Third, the Fama and French model was tested in India. This is an important study that supports the Fama and French model strongly. This paper empirically examined the three-factor model on the Indian equity market. In fact, India has approximately 8,000 listed companies. This study used 364 companies between June 1989 and March 1999 as a sample. In addition, the share price data consisted of month-end reports. The study was testing the one-factor linear pricing relationship for both CAPM and the Fama and French model. The results showed that the three-factor model's market, value and size were superior in terms of returns in the Indian equity market. The study also confirmed those results in the US stock market (Connor, and Sehgal, 2001, pp.2-9).
Fourth, another study was performed to test the Fama and French model.

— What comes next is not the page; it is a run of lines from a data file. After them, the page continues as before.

import { expect, test } from 'vitest';
import { findDelimiter } from '../../src/data/find-delimiter.ts';
import { numbersPlan, plan, variable } from './plans.ts';
import { read, values } from './read-text.ts';

const ab = numbersPlan('rows.csv', ['a', 'b']);

test.each([
  [',', 'a,b\n1,2\n'],
  [';', 'a;b\n1;2\n'],
  ['\t', 'a\tb\n1\t2\n'],
  ['|', 'a|b\n1|2\n'],
])('the delimiter %j is found', async (delimiter, text) => {
  const { table, problems } = await read(text, ab);
  expect(problems).toEqual([]);
  expect(table?.format).toEqual({ delimiter, encoding: 'utf-8' });
  expect(values(table, 'b')).toEqual([2]);
});

test('names in the header tell more than counts of delimiters', async () => {
  const { table } = await read('a;b;"x, y, z"\n1;2;"p, q, r"\n', ab);
  expect(table?.format.delimiter).toBe(';');
  const comma = await read('a,b;c;d\n1,2;3;4\n', plan([variable('a'), variable('b;c;d', 'text')]));
  expect(comma.table?.format.delimiter).toBe(',');
});

test('decimal commas do not pass for delimiters', async () => {
  const own = { ...ab, format: { delimiter: null, decimalMark: ',', encoding: null } as const };
  const { table } = await read('a;b\n1,5;2,5\n3,5;4\n', own);
  expect(values(table, 'a')).toEqual([1.5, 3.5]);
  const quoted = await read('a,b\n"1,5",2\n', own);
  expect(values(quoted.table, 'a')).toEqual([1.5]);
});

test('rows as long as the header decide where its names do not', () => {
  const none = new Set<string>();
  expect(findDelimiter('p|q,r\n1|2,3\n1|2,3,4\n', '\n', none)).toBe('|');
  expect(findDelimiter('p|q,r\n1|2,3\n1|2|3,4\n', '\n', none)).toBe(',');
  expect(findDelimiter('p;q|r;s\n1;2|3;4\n', '\n', none)).toBe(';');
  expect(findDelimiter('p\n1\n', '\n', none)).toBe(',');
  expect(findDelimiter('', '\n', none)).toBe(',');
});

test('a declared delimiter is kept to', async () => {
  const own = { ...ab, format: { delimiter: ':', decimalMark: '.', encoding: null } as const };
  const { table } = await read('a:b\n1:2\n', own);
  expect(values(table, 'b')).toEqual([2]);
});

test.each([
  ['LF', '\n'],
  ['CRLF', '\r\n'],
  ['CR', '\r'],
])('lines that end in %s, with and without a last one', async (_, end) => {
  const lines = ['a,b,v', '1,2,x', '', '"3",4,"y"', '  ', '5,"6" ,z'];
  for (const text of [lines.join(end), `${lines.join(end)}${end}`, `${lines.join(end)}${end}${end}`]) {
    for (const chunkSize of [1, 2, 3, 7, 65_536]) {
      const own = plan([variable('a'), variable('b'), variable('v', 'text')]);
      const { table, problems } = await read(text, own, { chunkSize, headSize: chunkSize });
      expect(problems).toEqual([]);
      expect(values(table, 'b')).toEqual([2, 4, 6]);
      expect(values(table, 'v')).toEqual(['x', 'y', 'z']);
      expect([...(table?.lines ?? [])]).toEqual([2, 4, 6]);
    }
  }
});

test('line ends that are mixed', async () => {
  const text = 'a,v\r\n1,x\n2,"y"\r\n3,z\n';
  const { table } = await read(text, plan([variable('a'), variable('v', 'text')]));
  expect(values(table, 'v')).toEqual(['x', 'y', 'z']);
});

test('a row is where it starts, after cells that hold line ends and blank lines', async () => {
  const text = '\n"a","b\nin L",v\n1,2,"p\r\nq\n\nr"\n\n3,x,s\n4,5,"t\n"\n6,7,u';
  const own = plan([variable('a'), variable('b', 'text', { column: 'b\nin L' }), variable('v', 'text')]);
  const { table } = await read(text, own);
  expect([...(table?.lines ?? [])]).toEqual([4, 9, 10, 12]);
  expect(values(table, 'v')).toEqual(['p\r\nq\n\nr', 's', 't\n', 'u']);
});

test('a byte-order mark, spaces around header names, quotes around them', async () => {
  const { table } = await read('\ufeff"a" , b \n1,2\n', ab);
  expect(values(table, 'a')).toEqual([1]);
  expect(values(table, 'b')).toEqual([2]);
});

test('columns that are not declared are named in file order', async () => {
  const { table } = await read('z,b,y,a\n0,2,0,1\n', ab);
  expect(table?.ignored).toEqual(['z', 'y']);
  expect([...(table?.columns.keys() ?? [])]).toEqual(['a', 'b']);
});

test('a file of one column', async () => {
  const { table } = await read('a\n1\n\n2\n', numbersPlan('rows.csv', ['a']));
  expect(values(table, 'a')).toEqual([1, 2]);
  expect([...(table?.lines ?? [])]).toEqual([2, 4]);
});

test('progress counts the rows', async () => {
  const seen: number[] = [];
  const text = `a,b\n${'1,2\n'.repeat(50_000)}`;
  await read(text, ab, { onProgress: (rows) => seen.push(rows) });
  expect(seen.length).toBeGreaterThan(1);
  expect(seen.at(-1)).toBe(50_000);
  expect(seen).toEqual([...seen].sort((p, q) => p - q));
});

This study was performed by using 25 stock portfolios formed on book-to-market, with monthly data from July 1964 to December 1992. The observation was made from 341 companies. This study tested the standard zero version of the three-factor model using the following formula (Velu and Zhou 1999. Pp 219-238):
"Rit = αi +βi1 ƒm,t + βi2 ƒSMB,t + βi3 ƒHML,t + Eit,"
Where Rit is the returns on the portfolios and Æ’m, Æ’SMB and Æ’HML are returns on the three factors.

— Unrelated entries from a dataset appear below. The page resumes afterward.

describe('one fault, told once, at its place', () => {
  it.each(CASES)('$code: $to', ({ in: base = SMALL, from, to, code, says }) => {
    const { text, places } = marked(changed(base, from, to));
    const outcome = read(text);
    const expected = says.length === 0 ? outcome.places : places.map((place) => `${place} ${code}`);
    const found = outcome.problems
      .filter((problem) => problem.severity === 'error')
      .map((problem, index) => ({
        problem,
        shown: outcome.places[outcome.problems.indexOf(problem)]!,
        index,
      }))
      .sort((a, b) => position(a.shown) - position(b.shown));
    expect(found.map(({ shown }) => shown)).toEqual(expected);
    found.forEach(({ problem }, index) => {
      expect(`${problem.message} ${problem.hint ?? ''}`).toContain(says[index] ?? '');
      expect(problem.message).toMatch(/\.$/);
    });
    expect(outcome.study).toBeNull();
  });
});

function position(shown: string): number {
  const [line, column] = shown.split(/[:+]/).map(Number);
  return line! * 10_000 + column!;
}

describe('faults at the edges', () => {
  it.each([
    ['x * k', 'An interaction is written { interaction: [x, k] }, beside its parts as terms of their own.'],
    ['x:k', 'An interaction is written { interaction: [x, k] }, beside its parts as terms of their own.'],
    ['x + k', 'Terms stand in a list: [x, k].'],
    ['x ^ 2', 'A power is written { power: x, to: 2 }.'],
    ['log(x)', 'What is worked out from variables is given a name under derive, and that is the term.'],
    ['x / 2', 'What is worked out from variables is given a name under derive, and that is the term.'],
  ])('tells how a calculation becomes a term: %s', (term, hint) => {
    const text = changed(SMALL, '[x]', `["${term}"]`);
    expect(read(text).problems).toMatchObject([{ code: 'name_unknown', hint }]);
  });

  it('leaves a name alone that only looks like a calculation', () => {
    expect(read(changed(SMALL, '[x]', '["x-ray"]')).problems).toMatchObject([
      { message: 'candidates[0].terms[0] names "x-ray", which is neither a variable nor derived.' },
    ]);
    const known = changed(SMALL, 'x: { type: number }', 'x: { type: number }\n    x*f: { type: number }');
    expect(read(changed(known, '[x]', '[x*f]')).problems).toEqual([]);
  });

  it('tells how a bare number becomes a limit', () => {
    const text = changed(
      SMALL,
      'response: y',
      'response: y\nacceptance: { largest_vif: 5 }\nselection: { admit: { p_value: 0.05 } }',
    );
    expect(
      read(text)
        .problems.map(({ hint }) => hint)
        .sort(),
    ).toEqual(['Write { at_least: 5 } or { at_most: 5 }.', 'Write { at_most: 0.05 }.']);
  });

  it('does not call a value unused where it is open what the candidates need', () => {
    const text = changed(
      SMALL,
      'response: y',
      'derive: { z: { expression: k / f } }\nresponse: y\npredict: { rows: [{ label: A, x: 1 }] }',
    );
    expect(read(changed(text, '[x]', '[z]')).problems.map(({ code }) => code)).not.toContain('name_unused');
    const term = changed(SMALL, 'response: y', 'response: y\npredict: { rows: [{ label: A, x: 1 }] }');
    expect(read(changed(term, '[x]', '[xx]')).problems.map(({ code }) => code)).toEqual(['name_unknown']);
  });

  it('tells how a date can be the identity of rows', () => {
    const text = changed(SMALL, '  file: a.csv\n', '  file: a.csv\n  row_id: d\n').replace(
      'd: { type: date }',
      'd: { type: date, column: Day of week }',
    );
    expect(read(text).problems).toMatchObject([
      {
        code: 'type_unsuited',
        hint: 'Declare a second variable on the same column and name that: { column: "Day of week", type: identifier }.',
      },
    ]);
  });

  it('tells of a missing key where its mapping begins', () => {
    expect(read(changed(SMALL, '  file: a.csv\n', '')).places).toEqual(['3:1+4 key_missing']);
    expect(read(changed(SMALL, 'title: Small\n', '')).places).toEqual(['1:1+12 key_missing']);
  });

  it('tells of values that a row to predict lacks, through derived variables', () => {
    const { text, places } = marked(
      changed(
        changed(SOUND, ' cargo: 80, speed: 9,', ''),
        '    - { label: "Loaded, slow", headwind: 4, hull_days: 30, vessel: Tern, night: day }',
        '    - «{ label: "Loaded, slow", headwind: 4, hull_days: 30, vessel: Tern, night: day }»',
      ),
    );
    const { problems, places: found } = read(text);
    expect(found).toEqual(places.map((place) => `${place} key_missing`));
    expect(problems[0]!.message).toBe(
      'predict.rows[0] lacks values for cargo and speed, which the candidates need.',
    );
  });

  it('warns of a derived variable that nothing uses, and goes on', () => {
    const { text, places } = marked(
      changed(
        SMALL,
        'response: y',
        'derive:\n  «a»: { expression: x + 1 }\n  «b»: { expression: a + 1 }\nresponse: y',
      ),
    );
    const outcome = read(text);
    expect(outcome.places).toEqual(places.map((place) => `${place} name_unused`));
    expect(outcome.problems.every(({ severity }) => severity === 'warning')).toBe(true);
    expect(outcome.study).not.toBeNull();
  });

  it('warns of slopes along a variable that no candidate uses', () => {
    const { text, places } = marked(
      changed(
        SMALL,
        'response: y',
        'derive: { z: { expression: x + 1 } }\nleave_out: [{ where: z > 9, because: Large }]\nresponse: y\ninference: { slopes_at: { «z»: [1] } }',
      ),
    );
    const outcome = read(text);
    expect(outcome.places).toEqual(places.map((place) => `${place} name_unused`));
    expect(outcome.problems[0]!.message).toBe(
      'inference.slopes_at.z gives places for the slopes of z, which no candidate uses.',
    );
    expect(outcome.study).not.toBeNull();
  });

  it('does not warn of declared variables that nothing uses, nor of a derived one that only a condition uses', () => {
    const text = changed(
      SMALL,
      'response: y',
      'derive:\n  a: { expression: x + 1 }\nleave_out: [{ where: a > 2, because: Large }]\nresponse: y',
    );
    expect(read(text).places).toEqual([]);
  });

  it('does not take values for unused where the candidates cannot be read', () => {
    const text = changed(SMALL, 'candidates:', 'candidtes:');
    const rows = changed(text, 'response: y', 'response: y\npredict: { rows: [{ label: A, x: 1 }] }');
    expect(read(rows).problems.filter(({ severity }) => severity === 'warning')).toEqual([]);
  });

  it('warns of a value that no candidate uses, a template of no format, and a term derived from the response', () => {
    const { text, places } = marked(
      changed(
        changed(
          SMALL,
          'response: y',
          'derive: { z: { expression: y / 2 } }\nresponse: y\npredict: { rows: [{ label: A, x: 1, y: 2, «f»: true }] }\nreport: { formats: [markdown], templates: { «html»: a.hbs } }',
        ),
        'terms: [x]',
        'terms: [x, «z»]',
      ),
    );
    const outcome = read(text);
    expect([...outcome.places].sort()).toEqual(
      [`${places[0]} name_unused`, `${places[1]} name_unused`, `${places[2]} type_unsuited`].sort(),
    );
    expect(outcome.study).not.toBeNull();
  });

  it.each([
    [
      'a number',
      '[k, «{ interaction: [x, k] }»]',
      'the interaction x × k, but x is no term of its own. It is then held to make no difference where k is at its baseline.',
    ],
    [
      'a category',
      '[x, «{ interaction: [x, k] }»]',
      'but k is no term of its own. It is then held to make no difference where x is 0, which is one common intercept for all its levels.',
    ],
    [
      'a flag beside a bend',
      '[x, «{ interaction: [{ bend: x, at: 3 }, f] }»]',
      'f is no term of its own. It is then held to make no difference where x is at most 3, which is one common intercept',
    ],
    [
      'both',
      '[«{ interaction: [x, f] }»]',
      'x and f are no terms of their own. Each is then held to make no difference where the other is 0 or at its baseline.',
    ],
    [
      'a pair',
      '[x, k, f, { interaction: [x, k] }, { interaction: [k, f] }, «{ interaction: [x, k, f] }»]',
      'but x × f is no term of its own. It is then held to make no difference where k is at its baseline.',
    ],
  ])('warns of an interaction without its parts, and goes on: %s', (_, terms, says) => {
    const { text, places } = marked(changed(SMALL, '[x]', terms));
    const outcome = read(text);
    expect(outcome.places).toEqual(places.map((place) => `${place} term_without_parts`));
    expect(outcome.problems[0]).toMatchObject({
      severity: 'warning',
      message: expect.stringContaining(says),
      hint: expect.stringContaining('This is allowed; add'),
    });
    expect(outcome.study).not.toBeNull();
  });

  it.each([
    '[{ polynomial: x, degree: 2 }, k, { interaction: [x, k] }]',
    '[{ power: x, to: 3 }, k, { interaction: [{ bend: x, at: 3 }, k] }]',
    '[{ spline: x, knots: [1, 2, 3] }, k, { interaction: [k, x] }]',
    '[{ bend: x, at: 5 }, { polynomial: x, degree: 3 }]',
  ])('takes any form of a variable for its part, and asks nothing of curves: %s', (terms) => {
    expect(read(changed(SMALL, '[x]', terms)).places).toEqual([]);
  });

  it('warns of a category without an intercept, whose baseline is held at zero', () => {
    const { text, places } = marked(changed(SMALL, '[x]', '[x, «k»]\n    intercept: false'));
    const outcome = read(text);
    expect(outcome.places).toEqual(places.map((place) => `${place} term_without_parts`));
    expect(outcome.problems[0]).toMatchObject({
      severity: 'warning',
      message: expect.stringContaining('Its baseline is then held at a response of zero'),
    });
    expect(outcome.study).not.toBeNull();
  });

  it('knows a comma inside braces that cuts a text short', () => {
    const text = changed(SMALL, 'response: y', 'derive:\n  z: { expression: min(x, 2) }\nresponse: y');
    const { problems, places } = read(text);
    expect(places).toContain('14:27+2 key_unknown');
    const hint = problems.find(({ code }) => code === 'key_unknown')?.hint;
    expect(hint).toBe('A text with a comma inside braces stands in quotes.');
  });

  it('says nothing more of a name whose own declaration is faulty', () => {
    expect(read(changed(SMALL, 'x: { type: number }', 'x: { type: numbre }')).places).toHaveLength(1);
    const text = changed(
      SMALL,
      'response: y',
      'derive:\n  a: { expression: x + }\n  b: { expression: a + 1 }\nresponse: y',
    );
    expect(
      read(changed(text, '[x]', '[a, b]')).places.filter((place) => !place.includes('expression_syntax')),
    ).toEqual([]);
  });

  it('tells everything at once: YAML, schema and meaning', () => {
    const text = changed(
      changed(
        changed(SMALL, 'title: Small', 'title: Small\ntitle: B'),
        'y: { type: number }',
        'y: { type: number, untis: L }',
      ),
      '[x]',
      '[x, xyz]',
    );
    expect(read(text).problems.map(({ code }) => code)).toEqual([
      'yaml_duplicate_key',
      'key_unknown',
      'name_unknown',
    ]);
  });

  it('refuses what is no mapping, and what is empty', () => {
    expect(read('a,b,c\n1,2,3\n').problems[0]).toMatchObject({
      code: 'value_not_allowed',
      hint: expect.stringContaining('data file'),
    });
    expect(read('- a\n').places).toEqual(['1:1+3 value_not_allowed']);
    for (const text of ['', '  \n', '\ufeff', '# only a comment\n', '---\n']) {
      expect(read(text).places[0]).toMatch(/study_unreadable$/);
    }
  });

  it('counts columns without a byte-order mark', () => {
    expect(read(`\ufeff${SMALL}`).problems).toEqual([]);
    expect(read(`\ufeff${changed(SMALL, 'plumbrule: 1', 'plumbrul: 1')}`).places[0]).toBe(
      '1:1+8 key_unknown',
    );
  });

  it('reads Windows line ends', () => {
    expect(read(SOUND.replaceAll('\n', '\r\n')).problems).toEqual([]);
    const { text, places } = marked(changed(SMALL, '[x]', '[x, «xq»]'));
    expect(read(text.replaceAll('\n', '\r\n')).places).toEqual([`${places[0]} name_unknown`]);
  });
});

The pricing restriction is given as follows:
. ''αi = R (1- βi1),'' where: I = 1,.,., N
Where: HML= High Minus Low
SMB= Small Minus Big
The results of this study showed that the Fama and French model explained the average returns on the 25 portfolios (Velu and Zhou 1999. Pp 219-238).
In contrast, the CAPM has never been the subject of any successful empirical study, even though it has had some success in early empirical work when it accommodated an average return for the stock's beta (Fama and French, 2004, p.41-43).
On the other hand, the CAPM is still used widely. However, since the previous evidence supports the Fama and French model, this model can be used as a viable alternative to CAPM, even though it is not derived from theory.
Conclusion:
In summary, this paper has discussed the relevance of the CAPM and portfolio theory using a critical approach for an investor in the equity market. Portfolio theory and CAPM suggested that a market portfolio should be based on the efficient set. In addition, CAPM uses beta to measure the expected returns, which cannot be used alone. These results indicate that the Fama and French model, in combination with the other two factor sizes and book-to-market, is the best alternative model. Indeed, according to the evidence, CAPM is still widely used. This paper has included some analysis of this issue, but it is still an interesting area for future research to investigate.